To confirm precise-mode routing is working, send two requests that share the same prefix and check that both are routed to the same vLLM replica.

  1. Create the two request payloads. Both share the same content segment in the first message.

    echo '{"max_tokens":24,"messages":[{"content":"Hi, here'\''s some system prompt: hi hi hi hi hi hi hi hi hi hi.For user 3, here are some other context: hi hi hi hi hi hi hi hi hi hi hi hi hi hi hi hi hi hi hi hi hi hi hi hi hi hi hi hi hi hi hi hi hi hi hi hi hi hi hi hi hi hi hi hi hi hi hi hi hi hi hi hi hi hi hi hi hi hi hi hi hi hi hi hi hi hi hi hi hi hi hi hi hi hi hi hi hi hi hi hi hi hi hi hi hi hi hi hi hi hi hi hi hi hi hi hi hi hi hi hi hi hi hi hi hi hi hi hi hi hi hi.I would like to test your intelligence. for this purpose I would like you to play zork. you can interact with the game by typing in commands. I will forward these commands to the game and type in any response. are you ready?","role":"user"}],"model":"Qwen3-32B","stream":true,"stream_options":{"include_usage":true},"temperature":0}' > round1.txt
    echo '{"max_tokens":3,"messages":[{"content":"Hi, here'\''s some system prompt: hi hi hi hi hi hi hi hi hi hi.For user 3, here are some other context: hi hi hi hi hi hi hi hi hi hi hi hi hi hi hi hi hi hi hi hi hi hi hi hi hi hi hi hi hi hi hi hi hi hi hi hi hi hi hi hi hi hi hi hi hi hi hi hi hi hi hi hi hi hi hi hi hi hi hi hi hi hi hi hi hi hi hi hi hi hi hi hi hi hi hi hi hi hi hi hi hi hi hi hi hi hi hi hi hi hi hi hi hi hi hi hi hi hi hi hi hi hi hi hi hi hi hi hi hi hi hi hi hi hi hi hi hi hi hi hi.I would like to test your intelligence. for this purpose I would like you to play zork. you can interact with the game by typing in commands. I will forward these commands to the game and type in any response. are you ready?","role":"user"},{"content":"Hi there! It looks like you'\''re setting up a fun test. I'\''m ready to play Zork! You can","role":"assistant"},{"content":"% zork\nWelcome to Dungeon. This version created 11-MAR-91.\nYou are in an open field west of a big white house with a boarded\nfront door.\nThere is a small mailbox here.\n>","role":"user"},{"content":"Great!","role":"assistant"},{"content":"Opening the mailbox reveals:\n A leaflet.\n>","role":"user"}],"model":"Qwen3-32B","stream":true,"stream_options":{"include_usage":true},"temperature":0}' > round2.txt
  2. Get the gateway's public IP address.

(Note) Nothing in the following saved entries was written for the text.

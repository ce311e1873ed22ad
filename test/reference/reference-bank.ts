import type { Candidate, DutySegment, ModuleParameters, OcvTable } from '../../src/study/study.js';

/** One bank written down exactly, with what is done to it: all that a simulation needs and nothing drawn. */
export interface ReferenceBank {
  readonly name: string;
  /** Modules of each string from its negative end. */
  readonly modules: readonly (readonly ModuleParameters[])[];
  readonly candidate: Candidate;
  readonly ocvTables: readonly OcvTable[];
  /** The segments of every cycle, in order; the whole is run once. */
  readonly cycles: readonly (readonly DutySegment[])[];
  /** Factors on the load and on the charging power of this bank. */
  readonly loadFactor: number;
  readonly chargeFactor: number;
}
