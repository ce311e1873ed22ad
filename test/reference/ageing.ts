import type { ModuleAgeing } from '../../src/study/ageing-settings.js';
import type { Cell, Packs } from './packs.js';
import { STATED_K } from './present-packs.js';

/** Sums of one cell over a cycle, kept as states: throughput As, charged As and s, charge fraction s. */
const USE_OF_CELL = 4;
/** Current that counts as charging, fraction of the capacity when new per hour. */
const CHARGING_PER_H = 0.01;
const GAS_J_PER_MOL_K = 8.314;

/** A cell as it ages from cycle to cycle. */
interface Life {
  readonly cell: Cell;
  readonly offsetK: number;
  readonly newAs: number;
  /** Fractions of the capacity when new that time and cycles have taken. */
  ofTime: number;
  ofCycles: number;
  left: number;
  most: number;
  least: number;
}

/** The ageing of a bank: what its cells go through in a cycle, and what it leaves of them. */
export class SlowAgeing {
  readonly #lives: readonly Life[];
  readonly #firstState: number;
  #elapsedS = 0;
  #ambientKS = 0;

  /** @param firstState where the sums of the cells begin among the states */
  constructor(base: Packs, firstState: number) {
    this.#firstState = firstState;
    this.#lives = base.packs.flatMap((pack) =>
      pack.cells.map((cell): Life => {
        const gone = cell.ageing?.initialFadeFraction ?? 0;
        const ofTime = cell.ageing?.law === 'naumann' ? gone / 2 : 0;
        return {
          cell,
          offsetK: pack.offsetK,
          newAs: cell.capacityAs / (1 - gone),
          ofTime,
          ofCycles: gone - ofTime,
          left: 1,
          most: cell.arrivalCharge,
          least: cell.arrivalCharge,
        };
      }),
    );
  }

  get states(): number {
    return this.#lives.some(({ cell }) => cell.ageing !== null) ? USE_OF_CELL * this.#lives.length : 0;
  }

  readonly leftOf = (cell: Cell): number => this.#lives.find((life) => life.cell.at === cell.at)?.left ?? 1;

  /** Time derivatives of the sums of the cell numbered `c`, whose current is `amps`. */
  ratesInto(c: number, amps: number, charge: number, out: Float64Array): void {
    const at = this.#firstState + USE_OF_CELL * c;
    const charging = amps > (CHARGING_PER_H * this.#lives[c].newAs) / 3600;
    out[at] = Math.abs(amps);
    out[at + 1] = charging ? amps : 0;
    out[at + 2] = charging ? 1 : 0;
    out[at + 3] = charge;
  }

  /** After a step of `stepS` seconds at an ambient. */
  afterStep(states: Float64Array, stepS: number, ambientK: number): void {
    this.#elapsedS += stepS;
    this.#ambientKS += ambientK * stepS;
    for (const life of this.#lives) {
      life.most = Math.max(life.most, states[life.cell.at]);
      life.least = Math.min(life.least, states[life.cell.at]);
    }
  }

  /** Ages every cell by the cycle that has ended, and begins another. */
  afterCycle(states: Float64Array): void {
    const meanK = this.#elapsedS > 0 ? this.#ambientKS / this.#elapsedS : STATED_K;
    this.#lives.forEach((life, c) => {
      const { cell, newAs } = life;
      const at = this.#firstState + USE_OF_CELL * c;
      const [throughputAs, chargedAs, chargedS, chargeS] = states.subarray(at, at + USE_OF_CELL);
      if (cell.ageing !== null) {
        age(life, cell.ageing, {
          kelvin: meanK + life.offsetK,
          seconds: this.#elapsedS,
          cycles: throughputAs / 2 / newAs,
          meanCharge: chargeS / this.#elapsedS,
          perHour: chargedS > 0 ? (3600 * chargedAs) / chargedS / newAs : 0,
          depth: life.most - life.least,
        });
      }
      life.most = states[cell.at];
      life.least = states[cell.at];
      states.fill(0, at, at + USE_OF_CELL);
    });
    this.#elapsedS = 0;
    this.#ambientKS = 0;
  }
}

interface Use {
  readonly kelvin: number;
  readonly seconds: number;
  readonly cycles: number;
  readonly meanCharge: number;
  readonly perHour: number;
  readonly depth: number;
}

/**
 * Fade by throughput (Wang et al., J. Power Sources 196 (2011) 3942, the fit at C/2 of a 2.2 Ah cell), or by time and
 * cycles (Naumann et al., J. Energy Storage 17 (2018) 153 and J. Power Sources 451 (2020) 227666).
 */
function age(life: Life, { law, rate, initialFadeFraction }: ModuleAgeing, use: Use): void {
  if (law === 'wang-2011') {
    const factor = (30330 / 100) * Math.exp(-31500 / GAS_J_PER_MOL_K / use.kelvin);
    life.ofCycles = further(life.ofCycles, rate * factor, 0.552, 2.2 * use.cycles);
  } else {
    const warm = Math.exp((17126 / GAS_J_PER_MOL_K) * (1 / STATED_K - 1 / use.kelvin));
    const full = Math.max(0, Math.min(use.meanCharge, 1));
    const ofTime = 1.2571e-5 * warm * (2.8575 * (full - 0.5) ** 3 + 0.60225);
    const deep = 4.0253 * (Math.min(use.depth, 1) - 0.6) ** 3 + 1.0923;
    const ofCycles = ((0.063 * use.perHour + 0.0971) * deep) / 100;
    life.ofTime = further(life.ofTime, rate * ofTime, 0.5, use.seconds);
    life.ofCycles = further(life.ofCycles, rate * ofCycles, 0.5, use.cycles);
  }
  life.left = Math.min(life.left, (1 - Math.min(0.8, life.ofTime + life.ofCycles)) / (1 - initialFadeFraction));
}

/** Goes on along f = k x^p from where it reaches the present fade. */
function further(fade: number, k: number, p: number, more: number): number {
  if (k <= 0 || more <= 0) return fade;
  const reached = (fade / k) ** (1 / p);
  return Math.max(fade, k * (reached + more) ** p);
}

    export GATEWAY_IP=$(kubectl get gateway/inference-gateway -o jsonpath='{.status.addresses[0].value}')
  3. Send both requests to simulate a multi-turn conversation.

    curl -X POST $GATEWAY_IP:8080/v1/chat/completions -H 'Content-Type: application/json' -d @./round1.txt
    curl -X POST $GATEWAY_IP:8080/v1/chat/completions -H 'Content-Type: application/json' -d @./round2.txt
  4. Check the inference extension logs and confirm that both entries show the same endpoint.Address value. If the addresses match, both requests were routed to the same vLLM replica, confirming that prefix cache-aware routing in precise mode is working.

    kubectl logs deploy/epp-default-qwen-inference-pool -n envoy-gateway-system | grep "handled"

    Expected output:

    2025-08-19T10:16:12Z	LEVEL(-2)	requestcontrol/director.go:278	Request handled	{"x-request-id": "00d5c24e-b3c8-461d-9848-7bb233243eb9", "model": "Qwen3-32B", "resolvedTargetModel": "Qwen3-32B", "criticality": "Critical", "model": "Qwen3-32B", "targetModel": "Qwen3-32B", "endpoint": "{NamespacedName:default/qwen3-779c54544f-9c4vz Address:10.0.0.5 Labels:map[app:qwen3 pod-template-hash:779c54544f]}"}
    2025-08-19T10:16:19Z	LEVEL(-2)	requestcontrol/director.go:278	Request handled	{"x-request-id": "401925f5-fe65-46e3-8494-5afd83921ba5", "model": "Qwen3-32B", "resolvedTargetModel": "Qwen3-32B", "criticality": "Critical", "model": "Qwen3-32B", "targetModel": "Qwen3-32B", "endpoint": "{NamespacedName:default/qwen3-779c54544f-9c4vz Address:10.0.0.5 Labels:map[app:qwen3 pod-template-hash:779c54544f]}"}

    In this example, both requests show Address:10.0.0.5, confirming they were routed to the same pod.